Once the records have been read, set every one down as it stands.

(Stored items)

[Start of Attachment]

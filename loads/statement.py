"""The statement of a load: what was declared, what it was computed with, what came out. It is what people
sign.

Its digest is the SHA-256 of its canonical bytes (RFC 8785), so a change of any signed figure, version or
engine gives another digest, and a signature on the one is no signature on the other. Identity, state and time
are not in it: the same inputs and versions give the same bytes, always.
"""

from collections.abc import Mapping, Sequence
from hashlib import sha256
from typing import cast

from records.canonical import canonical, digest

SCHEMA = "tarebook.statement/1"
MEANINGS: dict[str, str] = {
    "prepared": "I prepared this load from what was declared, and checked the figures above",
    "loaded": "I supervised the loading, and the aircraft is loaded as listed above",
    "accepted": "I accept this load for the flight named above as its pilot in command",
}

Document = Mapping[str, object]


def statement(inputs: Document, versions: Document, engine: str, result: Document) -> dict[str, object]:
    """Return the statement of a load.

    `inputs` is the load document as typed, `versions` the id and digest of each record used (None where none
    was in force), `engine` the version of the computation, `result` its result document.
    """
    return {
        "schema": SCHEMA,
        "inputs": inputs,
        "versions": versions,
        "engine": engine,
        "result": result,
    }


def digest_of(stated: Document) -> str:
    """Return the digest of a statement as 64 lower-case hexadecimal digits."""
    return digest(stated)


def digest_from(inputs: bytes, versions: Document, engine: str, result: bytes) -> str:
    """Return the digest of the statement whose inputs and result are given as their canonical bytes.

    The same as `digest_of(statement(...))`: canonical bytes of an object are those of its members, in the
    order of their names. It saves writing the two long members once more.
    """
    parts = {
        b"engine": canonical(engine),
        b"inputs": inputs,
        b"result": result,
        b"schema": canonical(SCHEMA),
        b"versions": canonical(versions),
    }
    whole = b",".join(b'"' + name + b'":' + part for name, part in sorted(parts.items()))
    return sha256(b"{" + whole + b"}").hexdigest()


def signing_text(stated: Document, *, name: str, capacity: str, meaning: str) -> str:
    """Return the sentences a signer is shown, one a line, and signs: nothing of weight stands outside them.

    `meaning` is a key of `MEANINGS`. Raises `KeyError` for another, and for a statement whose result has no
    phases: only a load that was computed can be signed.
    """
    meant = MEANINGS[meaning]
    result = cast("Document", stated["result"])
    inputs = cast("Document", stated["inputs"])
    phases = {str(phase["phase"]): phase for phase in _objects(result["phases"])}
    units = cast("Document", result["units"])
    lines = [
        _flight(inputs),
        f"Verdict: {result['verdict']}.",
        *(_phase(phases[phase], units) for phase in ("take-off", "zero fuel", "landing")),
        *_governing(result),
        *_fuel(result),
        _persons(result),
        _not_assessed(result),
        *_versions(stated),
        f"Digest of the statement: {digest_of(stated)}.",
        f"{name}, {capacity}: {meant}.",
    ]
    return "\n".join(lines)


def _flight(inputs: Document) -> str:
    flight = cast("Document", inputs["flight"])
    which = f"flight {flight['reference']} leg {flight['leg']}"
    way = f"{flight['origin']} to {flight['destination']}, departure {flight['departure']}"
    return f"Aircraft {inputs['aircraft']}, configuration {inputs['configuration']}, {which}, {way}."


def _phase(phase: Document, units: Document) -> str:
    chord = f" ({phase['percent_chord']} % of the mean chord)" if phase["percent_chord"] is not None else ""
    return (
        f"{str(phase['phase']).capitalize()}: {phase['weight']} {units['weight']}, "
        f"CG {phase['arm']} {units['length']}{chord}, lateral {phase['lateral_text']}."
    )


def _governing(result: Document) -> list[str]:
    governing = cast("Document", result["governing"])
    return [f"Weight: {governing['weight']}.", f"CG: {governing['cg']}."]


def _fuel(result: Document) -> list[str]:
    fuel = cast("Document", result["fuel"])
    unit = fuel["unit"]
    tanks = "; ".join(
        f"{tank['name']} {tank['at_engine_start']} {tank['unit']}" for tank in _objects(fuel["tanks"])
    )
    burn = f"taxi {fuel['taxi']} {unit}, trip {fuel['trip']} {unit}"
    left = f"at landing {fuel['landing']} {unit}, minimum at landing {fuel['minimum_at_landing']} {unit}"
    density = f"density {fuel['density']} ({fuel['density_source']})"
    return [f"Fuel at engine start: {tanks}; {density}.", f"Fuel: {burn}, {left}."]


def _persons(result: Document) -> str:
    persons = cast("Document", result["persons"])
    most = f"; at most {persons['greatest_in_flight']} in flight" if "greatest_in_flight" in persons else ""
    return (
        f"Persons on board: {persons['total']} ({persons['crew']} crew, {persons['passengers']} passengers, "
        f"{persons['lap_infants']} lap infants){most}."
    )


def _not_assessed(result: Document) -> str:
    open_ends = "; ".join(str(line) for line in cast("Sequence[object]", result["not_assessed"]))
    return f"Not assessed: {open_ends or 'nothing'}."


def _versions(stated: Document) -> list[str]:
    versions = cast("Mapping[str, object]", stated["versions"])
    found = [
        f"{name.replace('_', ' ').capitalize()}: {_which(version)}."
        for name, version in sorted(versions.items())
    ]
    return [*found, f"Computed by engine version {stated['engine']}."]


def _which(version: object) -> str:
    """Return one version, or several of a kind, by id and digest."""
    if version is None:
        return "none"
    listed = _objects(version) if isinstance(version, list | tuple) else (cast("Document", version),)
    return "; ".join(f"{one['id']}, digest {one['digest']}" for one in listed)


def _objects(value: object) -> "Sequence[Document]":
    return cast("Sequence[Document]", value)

[End of Attachment]

● ANSWER BELOW:
filename loads/statement.py
"""The statement of a load: what was declared, what it was computed with, what came out. It is what people
sign.

Its digest is the SHA-256 of its canonical bytes (RFC 8785), so a change of any signed figure, version or
engine gives another digest, and a signature on the one is no signature on the other. Identity, state and time
are not in it: the same inputs and versions give the same bytes, always.
"""

from collections.abc import Mapping, Sequence
from hashlib import sha256
from typing import cast

from records.canonical import canonical, digest

SCHEMA = "tarebook.statement/1"
MEANINGS: dict[str, str] = {
    "prepared": "I prepared this load from what was declared, and checked the figures above",
    "loaded": "I supervised the loading, and the aircraft is loaded as listed above",
    "accepted": "I accept this load for the flight named above as its pilot in command",
}

Document = Mapping[str, object]


def statement(inputs: Document, versions: Document, engine: str, result: Document) -> dict[str, object]:
    """Return the statement of a load.

    `inputs` is the load document as typed, `versions` the id and digest of each record used (None where none
    was in force), `engine` the version of the computation, `result` its result document.
    """
    return {
        "schema": SCHEMA,
        "inputs": inputs,
        "versions": versions,
        "engine": engine,
        "result": result,
    }


def digest_of(stated: Document) -> str:
    """Return the digest of a statement as 64 lower-case hexadecimal digits."""
    return digest(stated)


def digest_from(inputs: bytes, versions: Document, engine: str, result: bytes) -> str:
    """Return the digest of the statement whose inputs and result are given as their canonical bytes.

    The same as `digest_of(statement(...))`: canonical bytes of an object are those of its members, in the
    order of their names. It saves writing the two long members once more.
    """
    parts = {
        b"engine": canonical(engine),
        b"inputs": inputs,
        b"result": result,
        b"schema": canonical(SCHEMA),
        b"versions": canonical(versions),
    }
    whole = b",".join(b'"' + name + b'":' + part for name, part in sorted(parts.items()))
    return sha256(b"{" + whole + b"}").hexdigest()


def signing_text(stated: Document, *, name: str, capacity: str, meaning: str) -> str:
    """Return the sentences a signer is shown, one a line, and signs: nothing of weight stands outside them.

    `meaning` is a key of `MEANINGS`. Raises `KeyError` for another, and for a statement whose result has no
    phases: only a load that was computed can be signed.
    """
    meant = MEANINGS[meaning]
    result = cast("Document", stated["result"])
    inputs = cast("Document", stated["inputs"])
    phases = {str(phase["phase"]): phase for phase in _objects(result["phases"])}
    units = cast("Document", result["units"])
    lines = [
        _flight(inputs),
        f"Verdict: {result['verdict']}.",
        *(_phase(phases[phase], units) for phase in ("take-off", "zero fuel", "landing")),
        *_governing(result),
        *_fuel(result),
        _persons(result),
        _not_assessed(result),
        *_versions(stated),
        f"Digest of the statement: {digest_of(stated)}.",
        f"{name}, {capacity}: {meant}.",
    ]
    return "\n".join(lines)


def _flight(inputs: Document) -> str:
    flight = cast("Document", inputs["flight"])
    which = f"flight {flight['reference']} leg {flight['leg']}"
    way = f"{flight['origin']} to {flight['destination']}, departure {flight['departure']}"
    return f"Aircraft {inputs['aircraft']}, configuration {inputs['configuration']}, {which}, {way}."


def _phase(phase: Document, units: Document) -> str:
    chord = f" ({phase['percent_chord']} % of the mean chord)" if phase["percent_chord"] is not None else ""
    return (
        f"{str(phase['phase']).capitalize()}: {phase['weight']} {units['weight']}, "
        f"CG {phase['arm']} {units['length']}{chord}, lateral {phase['lateral_text']}."
    )


def _governing(result: Document) -> list[str]:
    governing = cast("Document", result["governing"])
    return [f"Weight: {governing['weight']}.", f"CG: {governing['cg']}."]


def _fuel(result: Document) -> list[str]:
    fuel = cast("Document", result["fuel"])
    unit = fuel["unit"]
    tanks = "; ".join(
        f"{tank['name']} {tank['at_engine_start']} {tank['unit']}" for tank in _objects(fuel["tanks"])
    )
    burn = f"taxi {fuel['taxi']} {unit}, trip {fuel['trip']} {unit}"
    left = f"at landing {fuel['landing']} {unit}, minimum at landing {fuel['minimum_at_landing']} {unit}"
    density = f"density {fuel['density']} ({fuel['density_source']})"
    return [f"Fuel at engine start: {tanks}; {density}.", f"Fuel: {burn}, {left}."]


def _persons(result: Document) -> str:
    persons = cast("Document", result["persons"])
    most = f"; at most {persons['greatest_in_flight']} in flight" if "greatest_in_flight" in persons else ""
    return (
        f"Persons on board: {persons['total']} ({persons['crew']} crew, {persons['passengers']} passengers, "
        f"{persons['lap_infants']} lap infants){most}."
    )


def _not_assessed(result: Document) -> str:
    open_ends = "; ".join(str(line) for line in cast("Sequence[object]", result["not_assessed"]))
    return f"Not assessed: {open_ends or 'nothing'}."


def _versions(stated: Document) -> list[str]:
    versions = cast("Mapping[str, object]", stated["versions"])
    found = [
        f"{name.replace('_', ' ').capitalize()}: {_which(version)}."
        for name, version in sorted(versions.items())
    ]
    return [*found, f"Computed by engine version {stated['engine']}."]


def _which(version: object) -> str:
    """Return one version, or several of a kind, by id and digest."""
    if version is None:
        return "none"
    listed = _objects(version) if isinstance(version, list | tuple) else (cast("Document", version),)
    return "; ".join(f"{one['id']}, digest {one['digest']}" for one in listed)


def _objects(value: object) -> "Sequence[Document]":
    return cast("Sequence[Document]", value)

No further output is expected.